You’re right that fMRI measures blood flow rather than direct neural activity, and the authors acknowledge that limitation. But the study doesn’t treat it as a direct window into brain function. Instead, it proposes a predictive attention mechanism (PAM) that learns to selectively weigh signals from different brain areas, depending on the task of reconstructing perceived images from those signals.
The “thermal imager” analogy might make sense in a different context, but in this case, the model is explicitly designed to deal with those signal differences and works across both modalities. If you’re curious, the paper is available here:
[0] https://www.biorxiv.org/content/10.1101/2024.06.04.596589v2....
The paper [0] doesn’t pretend otherwise. It trains a model (PAM) to learn which brain regions carry useful info for reconstructing images, and applies this to both fMRI data from humans and intracranial recordings from macaques. The two signal types are handled separately.
If you want an analogy, it’s less like tapping power lines and more like trying to figure out which YouTube video someone is watching by measuring heat on the back of their laptop every few seconds. There’s a pattern in there, but pulling it out takes work.
[0] https://www.biorxiv.org/content/10.1101/2024.06.04.596589v2....

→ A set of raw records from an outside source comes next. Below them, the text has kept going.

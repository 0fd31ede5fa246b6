"""How long sightings share their error: from the autocorrelation of residuals.

Residuals of one robot, sensor and target, whitened to unit variance, have the autocorrelation

    rho(dt) = a exp(-dt / tau),   dt > 0,

when a part ``a`` of their variance follows a first-order Gauss-Markov process with correlation
time tau and the rest is white (the jump at zero lag is geostatistics' nugget; Matheron 1963). The
curve is fitted to residuals of a solution whose rows were weakened by their bursts. Restricted
maximum likelihood of the whole chain in the graph, which looks like the better way, is not: a
trajectory whose odometry is loose over a few centimetres swallows the fast part of the error,
and the estimates run off to no white noise and endless memory.
"""

from __future__ import annotations

from dataclasses import dataclass

import numpy as np
from numpy.typing import NDArray
from scipy.optimize import minimize

from jointmap.graph.noise import (
    BURSTY,
    CORRELATION_TIME,
    Noise,
    NoiseTerm,
    residual_names,
    row_range,
    stated_rows,
    with_value,
)
from jointmap.graph.problem import Problem, State
from jointmap.solve.system import Part, System, linearise

Floats = NDArray[np.float64]
Ints = NDArray[np.int64]

#: Edges of the classes of lag, in seconds; roughly geometric.
LAG_S = np.array([0.0, 0.3, 1.0, 2.0, 4.0, 8.0, 15.0, 30.0, 60.0])
#: Neighbours, in time order, that each row is paired with.
_NEIGHBOURS = (1, 2, 3, 5, 8, 12, 18, 27, 40, 60, 90)
#: Fewest pairs of a class that counts, and fewest classes for a fit.
LEAST_PAIRS, LEAST_CLASSES = 30, 3
#: Correlation times that the classes can tell.
TIME_BOUNDS_S = (0.5, 60.0)
#: A shared part below this, or below this many standard deviations of a correlation, is none.
LEAST_PART, LEAST_SIGMAS = 0.05, 4.0


@dataclass
class Curve:
    """Sums over pairs of one robot, sensor and component, by class of lag (C,)."""

    product: Floats
    lag: Floats
    pairs: Floats
    square: float
    rows: int

    @property
    def correlation(self) -> Floats:
        """Autocorrelation (C,) by class, NaN without enough pairs."""
        enough = self.pairs >= LEAST_PAIRS
        mean = self.product / np.where(enough, self.pairs, np.nan)
        return np.asarray(mean / max(self.square / max(self.rows, 1), 1e-300))


@dataclass(frozen=True)
class Fit:
    """Shared part ``a`` of the variance and correlation time (s), with their deviations."""

    part: float
    time_s: float
    part_sigma: float
    time_sigma: float


def residual_curves(
    problem: Problem, noise: Noise, system: System, state: State
) -> dict[tuple[str, str, str], Curve]:
    """Autocorrelation of the sightings' residuals by (robot, sensor, component)."""
    out: dict[tuple[str, str, str], Curve] = {}
    for part in system.parts:
        if part.block.kind not in BURSTY:
            continue
        residual = linearise(system, part, state, jacobians=False, total=True).residual
        robot, sensor = problem.robots[part.block.robot], part.block.sensor
        target = part.landmark
        if target is None:
            target = problem.keyframes.robot[part.block.b]
        for i, name in enumerate(residual_names(part.block, problem.dimension)):
            use = ~stated_rows(part.block)[:, i]
            if not use.any() or (robot, sensor, name, "constant") not in noise.terms:
                continue
            variance = single_variance(noise, (robot, sensor, name), part)
            unit = (residual[:, i] / np.sqrt(variance))[use]
            curve = out.setdefault((robot, sensor, name), _empty())
            _gather(curve, unit, target[use], part.block.t_s[use])
    return out


def single_variance(noise: Noise, key: tuple[str, str, str], part: Part) -> Floats:
    """Variance (n,) of a component of rows by themselves under the terms in force."""
    fixed = noise.value(*key, "constant") ** 2 + noise.value(*key, "correlated") ** 2
    growing = noise.value(*key, "per_m") ** 2 + noise.value(*key, "correlated_per_m") ** 2
    return np.maximum(fixed + growing * row_range(part.block) ** 2, 1e-18)


def _empty() -> Curve:
    n = len(LAG_S) - 1
    return Curve(np.zeros(n), np.zeros(n), np.zeros(n), 0.0, 0)


def _gather(curve: Curve, unit: Floats, target: Ints, t_s: Floats) -> None:
    order = np.lexsort((t_s, target))
    unit, target, t_s = unit[order], target[order], t_s[order]
    curve.square += float(unit @ unit)
    curve.rows += len(unit)
    n = len(LAG_S) - 1
    for step in _NEIGHBOURS:
        if step >= len(unit):
            break
        lag = t_s[step:] - t_s[:-step]
        cell = np.searchsorted(LAG_S, lag, side="right") - 1
        good = (target[step:] == target[:-step]) & (cell < n) & (lag > 0.0)
        cell = cell[good]
        curve.product += np.bincount(cell, (unit[step:] * unit[:-step])[good], n)
        curve.lag += np.bincount(cell, lag[good], n)
        curve.pairs += np.bincount(cell, minlength=n)


def fit_curve(curve: Curve) -> Fit | None:
    """Fit of ``a exp(-dt / tau)`` to a curve by least squares over its classes.

    Returns None where too few classes have pairs to tell.
    """
    rho = curve.correlation
    known = np.isfinite(rho)
    if known.sum() < LEAST_CLASSES:
        return None
    lag, rho = (curve.lag / np.maximum(curve.pairs, 1))[known], rho[known]
    noise = 1.0 / np.sqrt(curve.pairs[known])

    def model(q: Floats) -> Floats:
        return np.asarray(np.exp(-lag / np.exp(q[1])) / (1.0 + np.exp(-q[0])))

    def loss(q: Floats) -> float:
        beyond = max(0.0, q[1] - np.log(TIME_BOUNDS_S[1])) + max(0.0, np.log(0.5) - q[1])
        return float(((rho - model(q)) ** 2).sum() + beyond**2)

    starts = [(x, np.log(t)) for x in (-1.0, 2.0) for t in (2.0, 12.0)]
    found = [minimize(loss, s, method="Nelder-Mead", options={"xatol": 1e-4}) for s in starts]
    best = min(found, key=lambda f: float(f.fun))
    part = float(1.0 / (1.0 + np.exp(-best.x[0])))
    time = float(np.clip(np.exp(best.x[1]), *TIME_BOUNDS_S))
    if part < LEAST_PART or part < LEAST_SIGMAS * float(noise.min()):
        part = 0.0
    spread = float(np.sqrt(max(best.fun, 0.0) / max(len(rho) - 2, 1)))
    return Fit(part, time, spread, time * spread / max(part, spread))


def split_by_correlation(problem: Problem, noise: Noise, system: System, state: State) -> Noise:
    """Noise whose sightings' variance is divided into a white part and a shared one.

    The variance of a single row stays as it was; where the curve cannot be told the terms do too.
    """
    changed: list[NoiseTerm] = []
    for (robot, sensor, name), curve in residual_curves(problem, noise, system, state).items():
        terms = {
            t: noise.terms[(robot, sensor, name, t)]
            for t in ("constant", "per_m", "correlated", "correlated_per_m", CORRELATION_TIME)
            if (robot, sensor, name, t) in noise.terms
        }
        if CORRELATION_TIME not in terms or not all(t.free for t in terms.values()):
            continue
        fit = fit_curve(curve)
        if fit is None:
            continue
        for white, shared in (("constant", "correlated"), ("per_m", "correlated_per_m")):
            if white in terms and shared in terms:
                changed += _divided(terms[white], terms[shared], fit)
        time = terms[CORRELATION_TIME]
        changed.append(with_value(time, fit.time_s, fit.time_sigma, float(curve.pairs.sum())))
    return noise.updated(changed)


def _divided(white: NoiseTerm, shared: NoiseTerm, fit: Fit) -> list[NoiseTerm]:
    total = float(np.hypot(white.value, shared.value))
    out = []
    for term, part in ((white, 1.0 - fit.part), (shared, fit.part)):
        value = total * float(np.sqrt(part))
        relative = 0.5 * fit.part_sigma / max(part, fit.part_sigma, 1e-6)
        redundancy = max(np.nan_to_num(white.redundancy), np.nan_to_num(shared.redundancy))
        sigma = value * float(np.hypot(relative, 1.0 / np.sqrt(2.0 * max(redundancy, 1.0))))
        out.append(with_value(term, value, sigma, redundancy))
    return out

The "fully process" part is part of the story though -- e.g. perhaps some reactions use the dorsal stream based on peripheral vision while ventral stream is still waiting on a saccade and focus to get higher resolution foveal signals. But though these different pathways in the brain operate at different speeds, they're both still very much in the brain.
https://assets.nautil.us/10086_6412121cbb2dc2cb9e460cfee7046...
https://nautil.us/the-strange-brain-of-the-worlds-greatest-s...
(the path is from the back of the head (V5?) where the visual nerve comes into brain)
But yeah, reflexes are processed in the central nervous system (CNS), typically the spinal cord or brainstem, not necessarily the brain.
Am I understanding this right? It seems that by reading areas of the brain, a machine can effectively act as a rendering engine with knowledge on colour, brightness etc per pixel based on an image the person is seeing? And AI is being used to help because this method is lossy?
This seems huge, is there other terminology around this I can kagi to understand more?
AI is the method. They put somebody in a brain scanner and flash images on a screen in front of them. Then they train a neural network on the correlations between their brain activity and the known images.
To test it, you display unknown images on the screen and have the neural network predict the image from the brain activity.
Not onto known images, onto latent spaces of existing image networks. The recognition network is getting a very approximate representation which it is then mapping onto latent spaces (which may or may not be equivalent) and then the image network is filling in the blanks.
When you're using single-subject, well-framed images like this they're obviously very predictable. If you showed something unexpected, like a teddy bear with blue skin, the network probably would just show you a normal-ish teddy bear. It's also screwy if it doesn't have a well-correlated input, which is how you get those weird distortions. It will also be very off for things that require precision like seeing the actual outlines of an object, because the network is creating all that detail from nothing.
At least the stuff using a Utah array (a square implanted electrode array) is not transferrable between subjects, and the fmri stuff also might not be transferrable. These models are not able to see enough detail to know what is happening- they only see glimpses of a small section of the process (Utah array) or very vague indirect processes (fmri). They're all very overfitted.
There are startups working on less intrusive (e.g. headset) brain-computer interfaces (BCI).
More importantly, these techniques operate on the V1, V4 and inferior temporal cortex areas of the brain. These areas will fire in response to retina stimulation regardless of what's happening in the rest of your brain. V1 in particular is connected directly to your retinas. While deeper areas may be sympathetically activated by hallucinations etc, they aren't really related to your conception of things. In general if you want to read someone's thoughts you would look elsewhere in the brain.